In the lines below, look for "number". Copy each line where it appears.

----------------

/** Test helpers: load the example scenarios (the hourly one with its EPW resolved) through the schema. */
import { readFileSync } from "node:fs";
import { resolve } from "node:path";
import { parseEpw } from "@/lib/engine/climate";
import type { ScenarioInput } from "@/lib/engine/input";
import { pressureFromElevationPa } from "@/lib/engine/psychrometrics";
import { parseScenario } from "@/lib/scenarios/schema";

export const FIXTURES = resolve(__dirname, "../../fixtures");

export function readFixture(name: string): Record<string, unknown> {
  return JSON.parse(readFileSync(resolve(FIXTURES, name), "utf8")) as Record<string, unknown>;
}

/** The fixture document with `climate.epwPath` replaced by the parsed hourly arrays (as the CLI does). */
export function fixtureDocument(name: string): Record<string, unknown> {
  const doc = readFixture(name);
  const climate = doc.climate as { epwPath?: string; label?: string };
  if (climate.epwPath) {
    const site = doc.site as { elevationM: number };
    const parsed = parseEpw(readFileSync(resolve(FIXTURES, climate.epwPath), "utf8"), {
      pressure: "site",
      sitePressurePa: pressureFromElevationPa(site.elevationM),
    });
    if (!parsed.ok) throw new Error("fixture EPW does not parse");
    const y = parsed.value.year;
    doc.climate = { source: "hourly", label: climate.label ?? "x", month: y.month, day: y.day, hour: y.hour, dryBulbC: y.dryBulbC, wetBulbC: y.wetBulbC };
  }
  return doc;
}

export function fixtureInput(name: string): ScenarioInput {
  const r = parseScenario(fixtureDocument(name));
  if (!r.ok) throw new Error(r.errors.map((e) => `${e.path}: ${e.message}`).join("\n"));
  return r.value;
}
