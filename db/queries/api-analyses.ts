import type { Executor } from "../schema";

/** Store an analysis API request that a worker will run. */
export async function insertApiAnalysis(
  ex: Executor,
  row: { userId: string; draws: number; inputsHash: string; input: unknown },
): Promise<{ id: string; status: string; createdAt: Date }> {
  return ex
    .insertInto("api_analyses")
    .values({ user_id: row.userId, draws: row.draws, inputs_hash: row.inputsHash, input: JSON.stringify(row.input) })
    .returning(["id", "status", "created_at as createdAt"])
    .executeTakeFirstOrThrow();
}

/** One analysis API request of one user (undefined for anyone else's id). */
export async function findApiAnalysisOfUser(ex: Executor, analysisId: string, userId: string) {
  return ex
    .selectFrom("api_analyses")
    .select(["id", "status", "result", "error", "created_at as createdAt", "started_at as startedAt", "finished_at as finishedAt"])
    .where("id", "=", analysisId)
    .where("user_id", "=", userId)
    .executeTakeFirst();
}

----------------

__Written response__.
    const site = doc.site as { elevationM: number };
  row: { userId: string; draws: number; inputsHash: string; input: unknown },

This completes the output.